Hormones are assayed via RIA using a double antibody procedure. Radioimmunoassay allows for the detection of minute concentrations of biological (hormones) or pharmacological substances in blood or other fluid samples using antigen/antibody reactions. The method provides a very sensitive, inexpensive method of measurement. Final analysis is accomplished by quantifying the bound radioactive counts with a Packard Gamma counter connected to a computerized data reduction station.
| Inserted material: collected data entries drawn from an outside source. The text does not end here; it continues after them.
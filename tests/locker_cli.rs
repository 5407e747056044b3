//! `turnsheet locker ...` against a throwaway data directory: list, add, remove, export,
//! import between two divers, and unreadable lockers kept aside byte-identical.

use std::path::Path;
use std::process::Command;

struct Run {
    code: i32,
    out: String,
    err: String,
}

fn locker(dir: &Path, args: &[&str]) -> Run {
    let out = Command::new(env!("CARGO_BIN_EXE_turnsheet"))
        .env("TURNSHEET_DATA_DIR", dir)
        .arg("locker")
        .args(args)
        .output()
        .unwrap();
    let r = Run {
        code: out.status.code().unwrap_or(-1),
        out: String::from_utf8_lossy(&out.stdout).into_owned(),
        err: String::from_utf8_lossy(&out.stderr).into_owned(),
    };
    assert!(!r.err.contains("panicked"), "{}", r.err);
    r
}

fn list_json(dir: &Path) -> serde_json::Value {
    let r = locker(dir, &["list", "--json"]);
    assert_eq!(r.code, 0, "{}", r.err);
    serde_json::from_str(&r.out).unwrap()
}

fn names(dir: &Path) -> Vec<String> {
    list_json(dir)["sets"]
        .as_array()
        .unwrap()
        .iter()
        .map(|s| s["name"].as_str().unwrap().to_string())
        .collect()
}

#[test]
fn add_list_remove() {
    let d = tempfile::tempdir().unwrap();
    let dir = d.path();
    let r = locker(dir, &["list"]);
    assert_eq!(r.code, 0);
    assert!(r.out.contains("The locker is empty"), "{}", r.out);
    assert!(!dir.join("locker.json").exists(), "listing writes nothing");

    let r = locker(dir, &["add", "Twin 12s", "2x12L@232bar"]);
    assert_eq!(r.code, 0, "{}", r.err);
    assert!(
        r.out.contains("Added 'Twin 12s' (2x12L@232bar)"),
        "{}",
        r.out
    );
    assert!(
        !r.out.contains("mine"),
        "the first set is not made mine without asking: {}",
        r.out
    );
    let r = locker(
        dir,
        &[
            "add",
            "Side 80s",
            "2x80cuft@3000psi",
            "--material",
            "aluminium",
            "--note",
            "blue bands",
            "--mine",
        ],
    );
    assert_eq!(r.code, 0, "{}", r.err);
    let v = list_json(dir);
    let sets = v["sets"].as_array().unwrap();
    assert_eq!(sets.len(), 2);
    assert_eq!(sets[0]["spec"], "2x12L@232bar");
    assert_eq!(sets[0]["mine"], false);
    assert_eq!(sets[1]["spec"], "2x80cuft@3000psi");
    assert_eq!(sets[1]["material"], "aluminium");
    assert_eq!(sets[1]["note"], "blue bands");
    assert_eq!(sets[1]["mine"], true, "asked for with --mine");
    assert!(v["file"].as_str().unwrap().ends_with("locker.json"));
    let text = locker(dir, &["list"]).out;
    assert!(text.contains("2 sets in"), "{text}");
    assert!(text.contains("* Side 80s"), "{text}");

    // The same name again (any case) is refused; so is a bad SPEC, showing the form.
    let r = locker(dir, &["add", "twin 12S", "2x10L@300bar"]);
    assert_eq!(r.code, 2);
    assert!(
        r.err.contains("NAME") && r.err.contains("already"),
        "{}",
        r.err
    );
    let r = locker(dir, &["add", "Odd", "2x12@232"]);
    assert_eq!(r.code, 2);
    assert!(
        r.err.contains("SPEC") && r.err.contains("COUNTxSIZE@RATING"),
        "{}",
        r.err
    );
    let r = locker(dir, &["add", "Big", "2x45L@232bar"]);
    assert_eq!(r.code, 2);
    assert!(r.err.contains("SPEC.water_l"), "{}", r.err);
    let long = "n".repeat(41);
    let r = locker(dir, &["add", &long, "2x12L@232bar"]);
    assert_eq!(r.code, 2);
    assert!(
        r.err.contains("NAME: a name of 1 to 40 characters"),
        "{}",
        r.err
    );
    let r = locker(
        dir,
        &["add", "Noted", "1x7L@232bar", "--note", &"x".repeat(61)],
    );
    assert_eq!(r.code, 2);
    assert!(r.err.contains("--note"), "{}", r.err);
    assert_eq!(names(dir).len(), 2, "refused adds change nothing");

    let r = locker(dir, &["remove", "nobody"]);
    assert_eq!(r.code, 2);
    assert!(r.err.contains("Twin 12s, Side 80s"), "{}", r.err);
    let r = locker(dir, &["remove", "SIDE 80s"]);
    assert_eq!(r.code, 0, "{}", r.err);
    assert!(r.out.contains("No set is marked as yours"), "{}", r.out);
    assert_eq!(names(dir), vec!["Twin 12s"]);
}

#[test]
fn export_then_import_between_two_divers() {
    let a = tempfile::tempdir().unwrap();
    let b = tempfile::tempdir().unwrap();
    for (name, spec) in [
        ("Twin 12s", "2x12L@232bar"),
        ("Deco 7", "1x7L@232bar"),
        ("Stage 80", "1x80cuft@3000psi"),
    ] {
        assert_eq!(locker(a.path(), &["add", name, spec]).code, 0);
    }
    assert_eq!(
        locker(b.path(), &["add", "Twin 12s", "2x12L@232bar", "--mine"]).code,
        0
    );
    assert_eq!(
        locker(b.path(), &["add", "Deco 7", "1x5.5L@232bar"]).code,
        0
    );
    let swap = tempfile::tempdir().unwrap();
    let file = swap.path().join("a-sets.json");
    let f = file.to_str().unwrap();
    let r = locker(a.path(), &["export", f]);
    assert_eq!(r.code, 0, "{}", r.err);
    assert!(r.out.contains("Exported 3 sets"), "{}", r.out);
    // Never overwrite a file without being asked.
    let before = std::fs::read(&file).unwrap();
    let r = locker(a.path(), &["export", f]);
    assert_eq!(r.code, 2);
    assert!(
        r.err.contains("already exists") && r.err.contains("--force"),
        "{}",
        r.err
    );
    assert_eq!(std::fs::read(&file).unwrap(), before);
    assert_eq!(locker(a.path(), &["export", f, "--force"]).code, 0);

    let b_before = std::fs::read(b.path().join("locker.json")).unwrap();
    let r = locker(b.path(), &["import", f]);
    assert_eq!(r.code, 0, "{}", r.err);
    assert!(
        r.out.contains("added    'Stage 80' (1x80cuft@3000psi)"),
        "{}",
        r.out
    );
    assert!(
        r.out.contains("renamed  'Deco 7' -> 'Deco 7 (2)'"),
        "{}",
        r.out
    );
    assert!(
        r.out
            .contains("skipped  'Twin 12s': the same set is already"),
        "{}",
        r.out
    );
    assert!(
        r.out.contains("2 added (1 of them renamed), 1 skipped"),
        "{}",
        r.out
    );
    assert_eq!(
        names(b.path()),
        vec!["Twin 12s", "Deco 7", "Deco 7 (2)", "Stage 80"]
    );
    let v = list_json(b.path());
    let mine: Vec<&str> = v["sets"]
        .as_array()
        .unwrap()
        .iter()
        .filter(|s| s["mine"] == true)
        .map(|s| s["name"].as_str().unwrap())
        .collect();
    assert_eq!(
        mine,
        vec!["Twin 12s"],
        "importing never changes which set is mine"
    );
    assert_ne!(
        std::fs::read(b.path().join("locker.json")).unwrap(),
        b_before
    );

    // The same file again adds nothing and leaves the locker file as it was.
    let after = std::fs::read(b.path().join("locker.json")).unwrap();
    let r = locker(b.path(), &["import", f]);
    assert_eq!(r.code, 0, "{}", r.err);
    assert!(
        r.out.contains("0 added") && r.out.contains("Nothing new"),
        "{}",
        r.out
    );
    assert_eq!(std::fs::read(b.path().join("locker.json")).unwrap(), after);
}

#[test]
fn bad_import_files_are_refused_and_change_nothing() {
    let d = tempfile::tempdir().unwrap();
    assert_eq!(
        locker(d.path(), &["add", "Twin 12s", "2x12L@232bar"]).code,
        0
    );
    let before = std::fs::read(d.path().join("locker.json")).unwrap();
    let src = tempfile::tempdir().unwrap();
    let nested = format!("{}{}", "[".repeat(200_000), "]".repeat(200_000));
    let many: Vec<serde_json::Value> = (0..=turnsheet::storage::locker::MAX_LOCKER_SETS)
        .map(|i| {
            serde_json::json!({"id": i, "name": format!("S{i}"),
                "cylinders": {"count": 1, "water_l": 12, "working_bar": 232}})
        })
        .collect();
    let cases: Vec<(&str, Vec<u8>, &str)> = vec![
        ("missing", Vec::new(), "no such file"),
        ("empty", b"".to_vec(), "not a locker file"),
        ("garbage", b"\x00\x01garbage".to_vec(), "not a locker file"),
        (
            "latin1",
            b"{\"schema\": 1, \"entries\": [\"caf\xe9\"]}".to_vec(),
            "byte 30",
        ),
        ("nested", nested.into_bytes(), "recursion limit"),
        ("huge", vec![b' '; 1024 * 1024 + 10], "the limit is 1 MB"),
        (
            "future",
            br#"{"schema": 7, "entries": []}"#.to_vec(),
            "newer version",
        ),
        (
            "shape",
            br#"{"schema": 1, "entries": [{"id": 1, "name": 5}]}"#.to_vec(),
            "entries[0].name",
        ),
        (
            "many",
            serde_json::to_vec(&serde_json::json!({"schema": 1, "entries": many})).unwrap(),
            "at most 500",
        ),
    ];
    for (name, bytes, why) in cases {
        let f = src.path().join(format!("{name}.json"));
        if name != "missing" {
            std::fs::write(&f, &bytes).unwrap();
        }
        let t0 = std::time::Instant::now();
        let r = locker(d.path(), &["import", f.to_str().unwrap()]);
        assert!(
            t0.elapsed() < std::time::Duration::from_secs(5),
            "{name} is slow"
        );
        assert_eq!(r.code, 2, "{name}: {}", r.err);
        assert!(r.err.contains(why), "{name}: {}", r.err);
        assert_eq!(r.err.lines().count(), 1, "{name}: {}", r.err);
        assert!(r.out.is_empty());
        assert_eq!(
            std::fs::read(d.path().join("locker.json")).unwrap(),
            before,
            "{name}"
        );
        if name != "missing" {
            assert_eq!(
                std::fs::read(&f).unwrap(),
                bytes,
                "the import file is not touched"
            );
        }
    }
}

/// Unreadable lockers in the data directory: moved aside byte-identical under a name
/// that says so, the command says where, `list` exits 0 and `add` then works.
#[test]
fn an_unreadable_locker_is_kept_aside_and_the_command_carries_on() {
    let long_name = format!(
        r#"{{"schema": 1, "entries": [{{"id": 1, "name": "{}", "cylinders": {{"count": 1, "water_l": 12, "working_bar": 232}}}}]}}"#,
        "n".repeat(500_000)
    );
    let cases: Vec<(&str, Vec<u8>)> = vec![
        ("empty", Vec::new()),
        ("garbage", b"\x7fELF garbage".to_vec()),
        (
            "truncated",
            br#"{"schema": 1, "entries": [{"id": 1, "na"#.to_vec(),
        ),
        (
            "not utf-8",
            b"{\"schema\": 1, \"entries\": [], \"x\": \"\xc0\"}".to_vec(),
        ),
        ("over the limit", vec![b'\n'; 1024 * 1024 + 1]),
        (
            "future schema",
            br#"{"schema": 99, "entries": []}"#.to_vec(),
        ),
        ("huge name", long_name.into_bytes()),
    ];
    for (what, bytes) in cases {
        let d = tempfile::tempdir().unwrap();
        let file = d.path().join("locker.json");
        std::fs::write(&file, &bytes).unwrap();
        let r = locker(d.path(), &["list"]);
        assert_eq!(r.code, 0, "{what}: {}", r.err);
        assert!(r.out.contains("The locker is empty"), "{what}: {}", r.out);
        let kept = turnsheet::storage::atomic::kept_aside(d.path(), "locker.json");
        assert_eq!(kept.len(), 1, "{what}");
        let kept_name = kept[0].file_name().unwrap().to_str().unwrap().to_string();
        assert!(
            kept_name.starts_with("locker.json.unreadable-"),
            "{kept_name}"
        );
        assert!(r.err.contains(&kept_name), "{what}: says where: {}", r.err);
        assert_eq!(r.err.lines().count(), 1, "{what}: {}", r.err);
        assert_eq!(
            std::fs::read(&kept[0]).unwrap(),
            bytes,
            "{what}: byte-identical"
        );
        assert!(!file.exists());

        let r = locker(d.path(), &["add", "Twin 12s", "2x12L@232bar"]);
        assert_eq!(r.code, 0, "{what}: {}", r.err);
        assert_eq!(names(d.path()), vec!["Twin 12s"]);
        assert_eq!(
            std::fs::read(&kept[0]).unwrap(),
            bytes,
            "{what}: still kept"
        );
    }
}

#[test]
fn a_locker_that_cannot_be_saved_exits_3_and_says_why() {
    let d = tempfile::tempdir().unwrap();
    // The data directory is a file: nothing can be saved in it.
    let not_a_dir = d.path().join("data");
    std::fs::write(&not_a_dir, "x").unwrap();
    let r = locker(&not_a_dir, &["add", "Twin 12s", "2x12L@232bar"]);
    assert_eq!(r.code, 3, "{}", r.err);
    assert!(r.err.contains("could not save locker.json"), "{}", r.err);
    assert_eq!(r.err.lines().count(), 1);
}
These assays are high volume and their major benefit is in accuracy and cost savings
| Human/Canine | Mouse |
|---|---|
| Basic Cytokines | Basic Cytokines |
| IL-1Β, IL-6, IL-8, TNFα | IL-1Β, IL-6, IL-8, TNFα |
| Endocrine Panel | Endocrine Panel |
| INS, LEP, GGN, Cpep, Active GLP-1 | INS, LEP, GGN, Cpep, Active GLP-1 |
| Cardiovascular Panels | Cardiovascular Panels |
| MPO, PAI-1, E-selectin, ICAM, VCAM | MMP-9, PAI-1, E-selectin, ICAM, VCAM |
| IL-1Β, IL-6, IL-8, TNFα, MCP-1, VEGF | |
| Human Adipokine | Mouse Adipokine |
| Adiponectin/Resisten, PAI-1 | IL-6, MCP-1, PAI-1, INS, LEP, Resistin |
| Adiponectin single-plex | |
| Other assays available, contact the core | |
Luminex Applications: cytokines (Il-6, TNF Alpha, MCP-1); adipokines (adiponectin and resistin); cardiac markers
These are multi-plexed assays using x-map technology via the Luminex100 system. The reactants (antibodies, oligonucleotides, substrates, etc.) in these assays are attached to the surfaces of tiny, fluorescent, microspheres. Each set of microspheres carry a unique biological reagent distinguishable by internal dye ratios. Identification of an analyte is based upon specific fluorescent emission spectra of the bead associated with the analyte. Two laser beams with high speed digital signal processors and computer algorithms distinguish which assay is being carried on each microsphere while quantifying the reaction based on fluorescent reporter signals. This instrumentation allows for the analysis of multiple analytes from a single 25µl aliquot of sample. The sensitivity for luminex detection however is, however, less than conventional RIA. The core personnel perform adiponectin and resistin assays using this technology. In addition, the Core provides access to the instrumentation for analysis of cytokines and other inflammatory markers. When such is the case the investigator is responsible for the purchase of the reagents, and all aspects of the analysis. The core provides training for use of the equipment and advice regarding quality control and data reduction. This is a new service that became available following the purchase of the necessary equipment. This technology allows us to measure adiponectin and resistin and to help investigators assay other molecules of interest when reliable RIAs are not available or sample volume is limited.
Lipids/Lipoproteins
A wide range of analytical measurements important for studies related to lipid metabolism are offered. These include total plasma levels of non-esterified fatty acids, triglycerides, HDL cholesterol, cholesterol, LDL cholesterol. In addition fatty acids can be separated into different lipids classes. Likewise tissue triglycerides, cholesterol and phospholipid analysis can be carried out. This is also a new service and we expect its use to grow significantly in the next few years.
Isoprostanes
A highly sensitive and specific method for the analysis of isoprostanes has been developed. The methodology is based primarily upon capillary column gas chromatography (GC)/negative ion chemical ionization (NICI)mass spectrometry (MS) or liquid chromatography (LC)/MS using stable isotope dilution techniques employing deuterated or [18O]-labeled internal standards. The assays offered are parent F2- 2-isoprostanes and the major urinary isoprostane metabolite (2,3-dinor-5,6,-dihydro-15-F2t-IsoP,F2-isoprostane-M).